* [TASK BRIEF]: Go through the entries below from the first line and output each one exactly, up to and including the line with "guard_band_lower, guard_band_upper : float".

* [GIVEN RECORDS]:
@dataclass(frozen=True)
class ReleaseRule:
    """Everything that a verdict on an estimate needs, as plain numbers.

    Parameters
    ----------
    lower_tolerance_limit, upper_tolerance_limit : float or None, unit of the characteristic
    lower_inclusive, upper_inclusive : bool
        Whether an estimate exactly at the tolerance limit is within tolerance.
    lower_acceptance_limit, upper_acceptance_limit : float or None, unit of the characteristic
        An estimate exactly at an acceptance limit is accepted.
    guard_band_lower, guard_band_upper : float or None, unit of the characteristic
        Positive when acceptance lies inside tolerance.
    combined_standard_uncertainty : float, unit of the characteristic
    effective_degrees_of_freedom : float
    coverage_probability, coverage_factor : float
    expanded_uncertainty : float, unit of the characteristic
    bias_shift : float, unit of the characteristic
        The bias that was left uncorrected; 0 when it was corrected.
    decision_rule : DecisionRule
    measurement_capability_index : float or None
    largest_specific_risk : float
        Risk that a lot does not conform whose estimate lies exactly at an acceptance limit.
    constant_standard_uncertainty : float or None, unit of the characteristic
        None unless the uncertainty depends on the estimate; ``combined_standard_uncertainty`` is then the
        largest one at a tolerance limit.
    proportional_standard_uncertainty : float
        The part proportional to the estimate, as a fraction.
    """

    lower_tolerance_limit: float | None
    upper_tolerance_limit: float | None
    lower_inclusive: bool
    upper_inclusive: bool
    lower_acceptance_limit: float | None
    upper_acceptance_limit: float | None
    guard_band_lower: float | None
    guard_band_upper: float | None
    combined_standard_uncertainty: float
    effective_degrees_of_freedom: float
    coverage_probability: float
    coverage_factor: float
    expanded_uncertainty: float
    bias_shift: float
    decision_rule: DecisionRule
    measurement_capability_index: float | None
    largest_specific_risk: float
    constant_standard_uncertainty: float | None = None
    proportional_standard_uncertainty: float = 0.0

    @classmethod
    def compile(
        cls,
        budget: Budget,
        counts: Counts | ReadingPattern,
        tolerance: Tolerance,
        rule: DecisionRule,
        *,
        domain: tuple[float | None, float | None] = (None, None),
    ) -> ReleaseRule:
        """Compile the rule for what was done.

        Parameters
        ----------
        budget : Budget
        counts : Counts or ReadingPattern
            Must be within the procedure of the budget.
        tolerance : Tolerance
            In the unit of the budget.
        rule : DecisionRule
        domain : tuple of float or None
            Natural domain of the characteristic.

        Returns
        -------
        ReleaseRule

        Raises
        ------
        ProcedureError
            If the counts are outside of the procedure.
        ModelError
            If the budget has a measurement model: see `budgets.derived_release`.
        LimitsError
            If the decision rule cannot be used with this measurement; `EmptyAcceptanceError` when it
            would accept nothing.
        NotSupportedError
            For an uncertainty that depends on the estimate beside correlations or limits below zero.

        Notes
        -----
        Source: JCGM 106:2012, clause 8 (from memory).
        """
        if budget.model is not None:
            raise ModelError(
                "a characteristic computed from several quantities has no fixed acceptance limits; it is "
                "judged at its readings",
                where=("model",),
            )
        check_counts(counts, budget.procedure)
        shift = 0.0 if budget.bias is None or budget.bias_treatment == "corrected" else budget.bias
        uncertain = uncertainty_at_limits(budget, counts, tolerance)
        u, nu = uncertain.standard_uncertainty, uncertain.degrees_of_freedom
        dependence = uncertain.dependence
        options: _Options = {"bias": shift, "domain": domain, "validated_range": budget.validated_range}
        accepted = (
            acceptance_interval(rule, tolerance, u, nu, **options)
            if dependence is None
            else level_dependent_acceptance(rule, tolerance, dependence, nu, **options)
        )
        factor = coverage_factor(budget.coverage_probability, nu)
        at_limits = [
            float(math.fsum(tails(limit, uncertain.at(limit), nu, tolerance, bias=shift)))
            for limit in (accepted.lower, accepted.upper)
            if limit is not None
        ]
        return cls(
            lower_tolerance_limit=tolerance.lower,
            upper_tolerance_limit=tolerance.upper,
            lower_inclusive=tolerance.lower_inclusive,
            upper_inclusive=tolerance.upper_inclusive,
            lower_acceptance_limit=accepted.lower,
            upper_acceptance_limit=accepted.upper,
            guard_band_lower=accepted.guard_band_lower,
            guard_band_upper=accepted.guard_band_upper,
            combined_standard_uncertainty=u,
            effective_degrees_of_freedom=nu,
            coverage_probability=budget.coverage_probability,
            coverage_factor=factor,
            expanded_uncertainty=factor * u,
            bias_shift=shift,
            decision_rule=rule,
            measurement_capability_index=measurement_capability_index(tolerance, u),
            largest_specific_risk=max(at_limits),
            constant_standard_uncertainty=None if dependence is None else dependence.constant,
            proportional_standard_uncertainty=0.0 if dependence is None else dependence.proportional,
        )

    @property
    def acceptance_limits(self) -> str:
        """How the acceptance limits are to be read: they are the same for every estimate."""
        return "fixed"

    def standard_uncertainty_at(self, estimate: float) -> float:
        """Return the standard uncertainty of an estimate."""
        constant = self.constant_standard_uncertainty
        if constant is None:
            return self.combined_standard_uncertainty
        return math.hypot(constant, self.proportional_standard_uncertainty * estimate)

    def at(self, estimate: float) -> ReleaseRule:
        """Return the rule with the uncertainty that holds at an estimate.

        Parameters
        ----------
        estimate : float, unit of the characteristic

        Returns
        -------
        ReleaseRule
            The rule itself where its uncertainty is the same for every estimate; the acceptance limits stay.
        """
        if self.constant_standard_uncertainty is None:
            return self
        here = self.standard_uncertainty_at(estimate)
        return replace(
            self, combined_standard_uncertainty=here, expanded_uncertainty=self.coverage_factor * here
        )

    def to_document(self) -> dict[str, Any]:
        """Return the rule as JSON-able members; null stands for infinite degrees of freedom."""
        document = asdict(self)
        if math.isinf(self.effective_degrees_of_freedom):
            document["effective_degrees_of_freedom"] = None
        return document

    @classmethod
    def from_document(cls, document: Mapping[str, Any]) -> ReleaseRule:
        """Return the rule that `to_document` wrote, to the last bit."""
        # Members that the first version of this program did not write have their defaults.
        members = {item.name: document[item.name] for item in fields(cls) if item.name in document}
        members["decision_rule"] = DecisionRule(**document["decision_rule"])
        if members["effective_degrees_of_freedom"] is None:
            members["effective_degrees_of_freedom"] = math.inf
        return cls(**members)

    @cached_property
    def _tolerance(self) -> Tolerance:
        return Tolerance(
            self.lower_tolerance_limit, self.upper_tolerance_limit, self.lower_inclusive, self.upper_inclusive
        )

    @cached_property
    def _table(self) -> DistributionTable:
        return DistributionTable(self.effective_degrees_of_freedom)

    def judge(self, estimate: float) -> Judgement:
        """Judge one estimate with the exact distribution function.

        Parameters
        ----------
        estimate : float, unit of the characteristic
            Reading minus bias, or the reading where the bias is in the guard band.

        Returns
        -------
        Judgement

        Raises
        ------
        ModelError
            If the estimate is not a finite number, or would have no uncertainty.

        Notes
        -----
        Outside tolerance: reject. Within acceptance: release. Between: hold. An estimate exactly at a
        tolerance limit is within it when that limit is inclusive; one exactly at an acceptance limit is
        accepted. Source: JCGM 106:2012, 7.2 to 7.4 and 8.3 (from memory).
        """
        if not math.isfinite(estimate):
            raise ModelError(f"the estimate must be a finite number, not {estimate}", where=("estimate",))
        tolerance = self._tolerance
        u, nu = self.standard_uncertainty_at(estimate), self.effective_degrees_of_freedom
        if u == 0:
            raise ModelError(
                "all uncertainty is proportional to the value: an estimate of 0 would be known exactly",
                where=("estimate",),
            )
        below, above = tails(estimate, u, nu, tolerance, bias=self.bias_shift)
        probability = conformance_probability(estimate, u, nu, tolerance, bias=self.bias_shift)
        return Judgement(
            outcome=OUTCOMES[self._outcome(estimate)],
            conformance_probability=float(probability),
            risk_below=float(below),
            risk_above=float(above),
            specific_consumers_risk=min(1.0, float(below + above)),
            combined_standard_uncertainty=u,
        )

    def _outcome(self, estimate: float) -> int:
        if not self._tolerance.holds(estimate):
            return REJECT
        lower, upper = self.lower_acceptance_limit, self.upper_acceptance_limit
        if (upper is None or estimate <= upper) and (lower is None or estimate >= lower):
            return RELEASE
        return HOLD

    def judge_many(self, estimates: ArrayLike) -> Judgements:
        """Judge an array of estimates at memory speed.

        Parameters
        ----------
        estimates : array_like of float, shape (n,), unit of the characteristic

        Returns
        -------
        Judgements
            Outcomes as `judge` gives them. Conformance probabilities exact for infinite degrees of freedom,
            else from a table with an error below 1e-10.

        Raises
        ------
        ModelError
            If an estimate is not a finite number.
        """
        values = np.ascontiguousarray(estimates, dtype=np.float64)
        outcomes = np.empty(values.shape, dtype=np.int8)
        probabilities = np.empty(values.shape, dtype=np.float64)
        flat, flat_outcomes, flat_probabilities = values.ravel(), outcomes.ravel(), probabilities.ravel()
        for start in range(0, flat.size, _BLOCK):
            block = slice(start, start + _BLOCK)
            self._fill(flat[block], flat_outcomes[block], flat_probabilities[block])
        return Judgements(outcomes, probabilities)

    def _fill(
        self, estimates: NDArray[np.float64], outcomes: NDArray[np.int8], probabilities: NDArray[np.float64]
    ) -> None:
        if not np.isfinite(estimates).all():
            raise ModelError("every estimate must be a finite number", where=("estimates",))
        self._fill_outcomes(estimates, outcomes)
        u: float | NDArray[np.float64] = self.combined_standard_uncertainty
        if self.constant_standard_uncertainty is not None:
            u = np.hypot(
                self.constant_standard_uncertainty, self.proportional_standard_uncertainty * estimates
            )
            if not u.all():
                raise ModelError("an estimate of 0 would be known exactly", where=("estimates",))
        lower, upper = shifted(self._tolerance, self.bias_shift)
        if lower is None or upper is None:
            if upper is not None:
                np.subtract(upper, estimates, out=probabilities)
            else:
                np.subtract(estimates, lower or 0.0, out=probabilities)
            probabilities *= 1 / u
            self._distribute(probabilities)
            return
        # As in conformity.conformance_probability, from the side on which the estimate lies.
        np.subtract(estimates, (lower + upper) / 2, out=probabilities)
        np.abs(probabilities, out=probabilities)
        probabilities *= -1 / u
        half_width = (upper - lower) / (2 * u)
        far = probabilities - half_width
        probabilities += half_width
        self._distribute(probabilities)
        self._distribute(far)
        probabilities -= far
        if upper < lower:
            np.maximum(probabilities, 0.0, out=probabilities)

    def _distribute(self, z: NDArray[np.float64]) -> None:
        """Replace z by the distribution function at z."""
        if math.isinf(self.effective_degrees_of_freedom):
            ndtr(z, out=z)
        else:
            self._table.fill(z)

    def _fill_outcomes(self, estimates: NDArray[np.float64], outcomes: NDArray[np.int8]) -> None:
        outside = np.zeros(estimates.shape, dtype=bool)
        held = np.zeros(estimates.shape, dtype=bool)
        if self.upper_tolerance_limit is not None and self.upper_acceptance_limit is not None:
            beyond = np.greater if self.upper_inclusive else np.greater_equal
            outside |= beyond(estimates, self.upper_tolerance_limit)
            held |= estimates > self.upper_acceptance_limit
        if self.lower_tolerance_limit is not None and self.lower_acceptance_limit is not None:
            short = np.less if self.lower_inclusive else np.less_equal
            outside |= short(estimates, self.lower_tolerance_limit)
            held |= estimates < self.lower_acceptance_limit
        # hold counts 1; outside is always 2, whether the acceptance limits were met or not.
        np.add(held, outside, out=outcomes, dtype=np.int8, casting="unsafe")
        np.maximum(outcomes, outside.view(np.int8) * REJECT, out=outcomes)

* [EXERCISE SOLUTION]:
@dataclass(frozen=True)
class ReleaseRule:
    """Everything that a verdict on an estimate needs, as plain numbers.

    Parameters
    ----------
    lower_tolerance_limit, upper_tolerance_limit : float or None, unit of the characteristic
    lower_inclusive, upper_inclusive : bool
        Whether an estimate exactly at the tolerance limit is within tolerance.
    lower_acceptance_limit, upper_acceptance_limit : float or None, unit of the characteristic
        An estimate exactly at an acceptance limit is accepted.
    guard_band_lower, guard_band_upper : float or None, unit of the characteristic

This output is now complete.